0時4分、ほんの少しだけ0時を過ぎた時に、事態に変化が起こった。
道場の扉をコンコンとノックする音がする。
そして、ゆっくりと道場の扉が開かれた。
「こんばんは、未成年がこんな時間に何しているのかな?」
颯士は一瞬
「(警察の巡回かな?)」
と思った。
だが、声の後に顔を見せたのは、警察ではなかった。
「(近藤…じゃ、ない!?)」
そこにいたのは、スーツを着た眼鏡の若い男であった。
「おや、今日はデータにない子が他にもいますよ、2人も。」
眼鏡スーツ男は、奥にいる誰かに話しかけた。
「放っておけ。ガキが多少増えたところで何も変わらん。」
「知らないですよー、後で上に怒られても。近藤さんいつも仕事が雑なんだから」
「「「(近藤!?)」」」
3人に緊張が走った。
今度こそ椿の母の敵が来ている。
「うるせぇぞ新島。若造が偉そうにすんじゃねぇ。」
近藤が眼鏡スーツ男、新島とやらに怒鳴り付ける。
「(しまった、十分あり得る展開だったのに)」
颯士は自分の見積もりの甘さに腹が立った。
最悪の場合、近藤1人なら椿がやられそうになったとしても灯里が乱入して倒せばよいと思っていた。
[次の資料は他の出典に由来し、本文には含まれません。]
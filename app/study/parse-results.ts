import type { StudyResults } from '#engine';
import type { StudyIssue } from '../contract/requests';
import { type Path, placeOf } from './place';
import { resultsSchema } from './results-schema';

export type ResultsReading =
  | { readonly ok: true; readonly results: StudyResults }
  | { readonly ok: false; readonly issues: readonly StudyIssue[] };

/** More issues than this say no more: the file is damaged. */
const MOST_ISSUES = 5;

/** Reads a results file's text. What comes back has the form of results; its numbers are taken as they are. */
export function parseResults(text: string): ResultsReading {
  let value: unknown;
  try {
    value = JSON.parse(text, withoutPrototypes);
  } catch {
    return refuse(
      'json.syntax',
      '',
      'The results file is cut off or damaged: it is not JSON.',
      'Compute the study again.',
    );
  }
  const { format, version } = (value ?? {}) as { format?: unknown; version?: unknown };
  if (format === 'farwell/study') {
    return refuse(
      'results.format',
      'format',
      'This file holds a study, not results.',
      'Open it as a study and compute it.',
    );
  }
  if (format !== 'farwell/results') {
    return refuse(
      'results.format',
      'format',
      'This file does not hold results of Farwell.',
      'Choose a file that ends in .results.json.',
    );
  }
  if (version !== 1) {
    return refuse(
      'results.version',
      'version',
      `These results have version ${JSON.stringify(version) ?? 'none'}, and this Farwell reads version 1.`,
      typeof version === 'number' && version > 1
        ? 'Open them with a newer Farwell.'
        : 'They come from an older Farwell, or were changed. Compute the study again with this one.',
    );
  }
  const result = resultsSchema.safeParse(value);
  if (result.success) return { ok: true, results: result.data };
  const issues = result.error.issues.slice(0, MOST_ISSUES).map(({ path }) => {
    const place = placeOf(path as Path);
    return {
      code: 'results.form',
      place,
      message: `${place} is missing or holds what results do not have there.`,
      remedy: 'The file was changed or damaged: compute the study again.',
    };
  });
  return { ok: false, issues };
}

/** A key `__proto__` in the file must not become anything's prototype when objects are copied. */
function withoutPrototypes(key: string, value: unknown): unknown {
  return key === '__proto__' ? undefined : value;
}

function refuse(code: string, place: string, message: string, remedy: string): ResultsReading {
  return { ok: false, issues: [{ code, place, message, remedy }] };
}
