import type { FollowedState, SpinName, StateSymmetry } from '#engine';

const MULTIPLICITIES: Readonly<Record<Exclude<SpinName, 'mixed'>, string>> = {
  singlet: '¹',
  doublet: '²',
  triplet: '³',
  quartet: '⁴',
  quintet: '⁵',
  sextet: '⁶',
  septet: '⁷',
};
const LETTERS = ['Σ', 'Π', 'Δ', 'Φ', 'Γ'];
const SUBSCRIPTS = '₀₁₂₃₄₅₆₇₈₉';

/**
 * A state along a scan: `1 ¹Σg⁺`, `singlet 2` without symmetry. Of a degenerate pair, which share a name, each has its
 * representation added: `1 ³Πu (B₂u)`.
 */
export function curveName({ spin, symmetry, number }: Omit<FollowedState, 'states'>): string {
  if (!symmetry) return `${spin === 'mixed' ? 'mixed spin' : spin} ${number}`;
  const isDegenerate = (symmetry.term?.lambda ?? 0) > 0;
  const kind = spin === 'mixed' ? `${termName(symmetry)} mixed spin` : stateName(spin, symmetry);
  return `${number} ${kind}${isDegenerate ? ` (${irrepName(symmetry.irrep)})` : ''}`;
}

/**
 * A state as spectroscopists write it, as far as it is known: `¹Σg⁺`, of molecules that are not linear `¹B₁`; without
 * symmetry the word for its spin.
 */
export function stateName(spin: SpinName, symmetry: StateSymmetry | undefined): string {
  if (!symmetry) return spin;
  const name = termName(symmetry);
  return spin === 'mixed' ? `${name}, mixed spin` : `${MULTIPLICITIES[spin]}${name}`;
}

function termName({ irrep, term }: StateSymmetry): string {
  const letter = term && LETTERS[term.lambda];
  if (!letter) return irrepName(irrep);
  const raised = term.reflection === undefined ? '' : term.reflection === '+' ? '⁺' : '⁻';
  return `${letter}${term.inversion ?? ''}${raised}`;
}

const irrepName = (irrep: string): string =>
  irrep.replace(/\d/g, (digit) => SUBSCRIPTS[Number(digit)] ?? digit);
「(あの、新島と言う男がもし戦闘員なら…まして近藤よりも強かったとしたら…)」
椿のピンチに灯里が乱入して助けることが難しくなる。
「吉村、もうアレ、始めといてくれ。なんとか時間稼ぐから」
颯士がそう言って前へ出ると、
「近藤は私がやる。」
椿が続く。
「…わかった」
いつになく真剣な表情で灯里は集中し始めた。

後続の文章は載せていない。